The maracaturra is such a unique variety - with its dynamic combination of floral, tropical, and classic nuttier bass notes. This microlot is a special selection of a day’s picking that stood out from its peers.
Though a classic wash, the house style for this process is often to leave a slight bit of mucilage on the fruit, which lends the coffee a rounding and fruited quality that perfectly complements the characteristic varietal notes.
This coffee needs little in the way of makeup - we have chosen a well–developed roast that aims at coaxing a little more sweetness and body to balance the bright and floral notes without toning down any of its exotic brilliance.
MONTE LÍBANO
DIPILTO, nueva segovia - nicaragua
luis emilio valladares
CATURRA
1400 MASL
Fully washed, dried on shaded patios
red fruits, apricot, dark chocolate, tobacco
A new farm we are working with this harvest is Monte Líbano - recently acquired by the Valladares family in the western slopes of Dipilto, Nueva Segovia, in the hamlet of La Laguna. Monte Líbano consists of a relatively small planting of about 14 hectares with mostly old Caturra varieties, handsomely spaced as they climb up the hills. The slopes are steeper here and the soils a bit sandier than the dense clay at lower altitudes - they retain less water and drain more quickly. This, paired with a cooler overall climate creates for a livelier acid profile along with a more delicate expression of fruit in the cup. It receives a straight forward washed process with a water-assisted depulping followed by a dry fermentation. The coffee is finally dried on raised beds slowly to retain its delicacy.

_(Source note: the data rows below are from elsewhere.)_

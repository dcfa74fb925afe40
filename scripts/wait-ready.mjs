// Used by start.sh: waits until URL answers 200, while the given processes stay alive.
//   node scripts/wait-ready.mjs URL TIMEOUT_S PID...
// Exit 0 once ready; 1 when a process exits first (its output is above) or the time runs out.
const [url, timeoutText, ...pids] = process.argv.slice(2);
const deadline = Date.now() + Number(timeoutText) * 1000;

function alive(pid) {
  try {
    process.kill(Number(pid), 0);
    return true;
  } catch {
    return false;
  }
}

for (;;) {
  const dead = pids.filter((pid) => !alive(pid));
  if (dead.length > 0) {
    console.error(`process ${dead.join(", ")} exited before ${url} answered`);
    process.exit(1);
  }
  try {
    const response = await fetch(url, { signal: AbortSignal.timeout(2_000) });
    if (response.status === 200) process.exit(0);
  } catch {
    // not listening yet
  }
  if (Date.now() > deadline) {
    console.error(`${url} did not answer 200 within ${timeoutText} s`);
    process.exit(1);
  }
  await new Promise((resolve) => setTimeout(resolve, 200));
}
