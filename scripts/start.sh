#!/usr/bin/env bash
# npm start: everything from a fresh clone to a served app on http://127.0.0.1:3000 (PORT to change).
# Installs missing Debian packages and npm packages, starts the private MariaDB, migrates, seeds the
# invented demo data, builds when sources changed, then serves. Ctrl-C stops the app, the fake mail
# server and (if this script started it) the database.
set -euo pipefail
source "$(dirname "$0")/env.sh"
cd "$ROOT_DIR"
started=$SECONDS

bash scripts/system-deps.sh
bash scripts/node-deps.sh

db_started_here=0
if ! bash scripts/db.sh status >/dev/null 2>&1; then
  bash scripts/db.sh start
  db_started_here=1
fi
bash scripts/db.sh ensure-db "$DB_NAME"

source scripts/app-env.sh
export NODE_ENV=production
export DATABASE_URL="${DATABASE_URL:-$(database_url "$DB_NAME")}"

pids=()
cleanup() {
  trap - EXIT INT TERM
  for pid in "${pids[@]}"; do kill -TERM "$pid" 2>/dev/null || true; done
  for _ in $(seq 1 50); do
    alive=0
    for pid in "${pids[@]}"; do kill -0 "$pid" 2>/dev/null && alive=1; done
    [ "$alive" = 0 ] && break
    sleep 0.1
  done
  for pid in "${pids[@]}"; do kill -KILL "$pid" 2>/dev/null || true; done
  if [ "$db_started_here" = 1 ]; then bash scripts/db.sh stop || true; fi
}
trap cleanup EXIT
trap 'exit 130' INT TERM

node_modules/.bin/tsx scripts/migrate.ts
node_modules/.bin/tsx scripts/seed.ts

stamp=build/.source-stamp
if [ ! -f "$stamp" ] || [ -n "$(find app public package-lock.json vite.config.ts react-router.config.ts -newer "$stamp" -print -quit)" ]; then
  log "building the production bundle"
  npm run -s build >/dev/null
  touch "$stamp"
fi

node_modules/.bin/tsx scripts/fake-smtp.ts "$SMTP_PORT" "$SMTP_HTTP_PORT" &
pids+=($!)
log "ready in $((SECONDS - started)) s: serving Isopleth on http://$HOST:$PORT"
node scripts/server.mjs build/server/index.js &
pids+=($!)
wait -n "${pids[@]}"
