#!/usr/bin/env bash
# npm run restore -- FILE [--database NAME] [--force] [--with-secrets]
# Restores an archive written by `npm run backup` into the configured database, or into the database NAME
# (created when missing). Refuses a database that has tables unless --force (which drops them first).
# The archive's secrets.env is installed when the data folder has none; --with-secrets replaces a different one.
set -euo pipefail
source "$(dirname "$0")/env.sh"
source "$(dirname "$0")/db-conn.sh"

usage() { echo "usage: npm run restore -- FILE [--database NAME] [--force] [--with-secrets]" >&2; exit 2; }
archive="" target="$CONN_DB" force=0 with_secrets=0
while [ $# -gt 0 ]; do
  case "$1" in
    --database|-d) [ $# -ge 2 ] || usage; target="$2"; shift 2 ;;
    --force) force=1; shift ;;
    --with-secrets) with_secrets=1; shift ;;
    -h|--help) usage ;;
    -*) log "error: unknown option: $1"; usage ;;
    *) [ -z "$archive" ] || usage; archive="$1"; shift ;;
  esac
done
[ -n "$archive" ] || usage
[ -f "$archive" ] || die "no such backup archive: $archive"
[[ "$target" =~ ^[A-Za-z0-9_]+$ ]] || die "bad database name: $target (letters, digits and _ only)"

umask 077
work="$(mktemp -d "${TMPDIR:-/tmp}/isopleth-restore.XXXXXX")"
trap 'rm -rf "$work"' EXIT
tar -C "$work" -xzf "$archive" database.sql manifest.txt 2>/dev/null \
  || die "$archive is not an Isopleth backup (no database.sql and manifest.txt inside)"
tar -C "$work" -xzf "$archive" secrets.env 2>/dev/null || true
tail -n 1 "$work/database.sql" | grep -q '^-- Dump completed' || die "the dump in $archive is incomplete; nothing restored"
write_client_config "$work/client.cnf"
sql() { mariadb --defaults-file="$work/client.cnf" -N -B "$@"; }

exists="$(sql -e "SELECT COUNT(*) FROM information_schema.SCHEMATA WHERE SCHEMA_NAME = '$target'")"
if [ "$exists" = 0 ]; then
  if [ -S "$DB_SOCKET" ] && [ "$CONN_PORT" = "$DB_PORT" ] && [[ "$CONN_HOST" =~ ^(127\.0\.0\.1|localhost)$ ]]; then
    bash "$(dirname "$0")/db.sh" ensure-db "$target"   # our private MariaDB: created and granted as its admin
  else
    sql -e "CREATE DATABASE \`$target\` CHARACTER SET utf8mb4 COLLATE utf8mb4_unicode_ci" \
      || die "cannot create database $target as $CONN_USER; create it (empty) and run the restore again"
  fi
  log "created database $target"
else
  tables="$(sql -e "SELECT COUNT(*) FROM information_schema.TABLES WHERE TABLE_SCHEMA = '$target'")"
  if [ "$tables" != 0 ]; then
    [ "$force" = 1 ] || die "database $target is not empty ($tables tables); nothing restored. Restore into a fresh database with --database NEW_NAME, or pass --force to replace its contents"
    log "--force: dropping the $tables tables and views of $target"
    drops="$(sql -e "SELECT CONCAT('DROP ', IF(TABLE_TYPE = 'VIEW', 'VIEW', 'TABLE'), ' IF EXISTS \`', TABLE_NAME, '\`;') FROM information_schema.TABLES WHERE TABLE_SCHEMA = '$target'")"
    sql "$target" -e "SET FOREIGN_KEY_CHECKS = 0; $drops"
  fi
fi

log "restoring $(grep '^created_at=' "$work/manifest.txt" | cut -d= -f2) backup of $(grep '^database=' "$work/manifest.txt" | cut -d= -f2) into $target"
sql "$target" <"$work/database.sql" \
  || die "loading the dump into $target failed part-way; the database is incomplete: fix the cause and restore again with --force"
log "restored $(sql -e "SELECT COUNT(*) FROM information_schema.TABLES WHERE TABLE_SCHEMA = '$target'") tables into $target"

secrets="$DATA_DIR/secrets.env"
if [ -f "$work/secrets.env" ]; then
  if [ ! -f "$secrets" ]; then
    mkdir -p "$DATA_DIR"
    install -m 600 "$work/secrets.env" "$secrets"
    log "installed the backup's secrets into $secrets"
  elif ! cmp -s "$work/secrets.env" "$secrets"; then
    if [ "$with_secrets" = 1 ]; then
      cp -p "$secrets" "$secrets.before-restore-$(date -u +%Y%m%dT%H%M%SZ)"
      install -m 600 "$work/secrets.env" "$secrets"
      log "replaced $secrets with the backup's secrets (the old file is kept beside it)"
    else
      log "warning: $secrets differs from the backup's; kept the current one. Sessions and API tokens issued before the backup will not be accepted; pass --with-secrets to install the backup's secrets"
    fi
  fi
fi
log "done. If this build is newer than the backup, apply its migrations: npm run db:migrate"
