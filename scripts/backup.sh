#!/usr/bin/env bash
# npm run backup [-- --output DIR|FILE.tar.gz]: one timestamped archive of the configured database
# (mariadb-dump --single-transaction: a consistent snapshot while the app keeps running) and the secrets file,
# under $ISOPLETH_DATA_DIR/backups unless told otherwise. The archive is readable by its owner only (600).
set -euo pipefail
source "$(dirname "$0")/env.sh"
source "$(dirname "$0")/db-conn.sh"

usage() { echo "usage: npm run backup [-- --output DIR|FILE.tar.gz]" >&2; exit 2; }
output="$DATA_DIR/backups"
while [ $# -gt 0 ]; do
  case "$1" in
    --output|-o) [ $# -ge 2 ] || usage; output="$2"; shift 2 ;;
    -h|--help) usage ;;
    *) log "error: unknown argument: $1"; usage ;;
  esac
done

umask 077   # the backups folder, the staging folder and the archive: owner only
stamp="$(date -u +%Y%m%dT%H%M%SZ)"
if [[ "$output" == *.tar.gz ]]; then
  archive="$output"
else
  archive="$output/isopleth-$CONN_DB-$stamp.tar.gz"
fi
out_dir="$(dirname "$archive")"
mkdir -p "$out_dir"
[ -e "$archive" ] && die "$archive exists already; not overwriting it"

# Staged beside the archive (same disk, never a half-written archive under the final name).
stage="$(mktemp -d "$out_dir/.backup-$stamp.XXXXXX")"
trap 'rm -rf "$stage"' EXIT
write_client_config "$stage/client.cnf"

log "dumping database $CONN_DB on $CONN_HOST:$CONN_PORT"
mariadb-dump --defaults-file="$stage/client.cnf" --single-transaction --routines --triggers \
  --hex-blob --no-tablespaces --add-drop-table "$CONN_DB" >"$stage/database.sql" 2>"$stage/dump.err" \
  || { cat "$stage/dump.err" >&2; die "mariadb-dump failed; no archive written"; }
tail -n 1 "$stage/database.sql" | grep -q '^-- Dump completed' || die "the dump is incomplete; no archive written"

files=(database.sql manifest.txt)
if [ -f "$DATA_DIR/secrets.env" ]; then
  cp "$DATA_DIR/secrets.env" "$stage/secrets.env"
  files+=(secrets.env)
else
  log "warning: no $DATA_DIR/secrets.env; the archive holds the database only (keep the deployment's secrets elsewhere)"
fi
{
  echo "created_at=$(date -u +%Y-%m-%dT%H:%M:%SZ)"
  echo "database=$CONN_DB"
  echo "server=$(mariadb --defaults-file="$stage/client.cnf" -N -B -e 'SELECT VERSION()')"
  echo "tables=$(mariadb --defaults-file="$stage/client.cnf" -N -B -e "SELECT COUNT(*) FROM information_schema.TABLES WHERE TABLE_SCHEMA = '$CONN_DB'")"
  echo "migrations_applied=$(mariadb --defaults-file="$stage/client.cnf" -N -B "$CONN_DB" -e 'SELECT COUNT(*) FROM __drizzle_migrations' 2>/dev/null || echo 0)"
  echo "secrets_included=$([ -f "$stage/secrets.env" ] && echo yes || echo no)"
} >"$stage/manifest.txt"

tar -C "$stage" -czf "$stage/archive.tar.gz" "${files[@]}"
chmod 600 "$stage/archive.tar.gz"
mv "$stage/archive.tar.gz" "$archive"
log "backup written: $archive ($(du -h "$archive" | cut -f1))"
echo "$archive"
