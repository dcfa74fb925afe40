// Loads the invented demo scenario into DATABASE_URL (npm run db:seed). Safe to run again.
import { closeDb, getDb } from "~/.server/db/client";
import { seedDemo } from "~/.server/db/seed";
import { getEnv } from "~/.server/env";

const started = performance.now();
await seedDemo(getDb(), { demoPassword: getEnv().DEMO_PASSWORD });
await closeDb();
console.log(
  `demo data seeded in ${Math.round(performance.now() - started)} ms`,
);
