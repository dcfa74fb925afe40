#!/usr/bin/env bash
# Runs `npm ci` when node_modules is missing or older than package-lock.json.
set -euo pipefail
source "$(dirname "$0")/env.sh"
cd "$ROOT_DIR"
if [ ! -f node_modules/.package-lock.json ] || [ package-lock.json -nt node_modules/.package-lock.json ]; then
  log "installing npm packages (npm ci)"
  npm ci --no-audit --no-fund --loglevel=error
fi
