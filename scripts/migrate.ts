// Applies committed migrations from drizzle/ to DATABASE_URL (npm run db:migrate).
import { runMigrations } from "~/.server/db/migrate";
import { getEnv } from "~/.server/env";

const started = performance.now();
await runMigrations(getEnv().DATABASE_URL);
console.log(
  `migrations applied in ${Math.round(performance.now() - started)} ms`,
);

The result is impressive and classically Dipilto - intense orange and red fruits in the palate with a dark chocolate and roasted almond backbone. The body is always unique as well, with a distinctive grip and texture to it that these volcanic areas tend to bring to the mix.
We look forward to seeing the progress this farm makes over the next couple of years - the Valladares family has undertaken an effort to renovate about 5 hectares and replant some of the older plants that are on their last legs.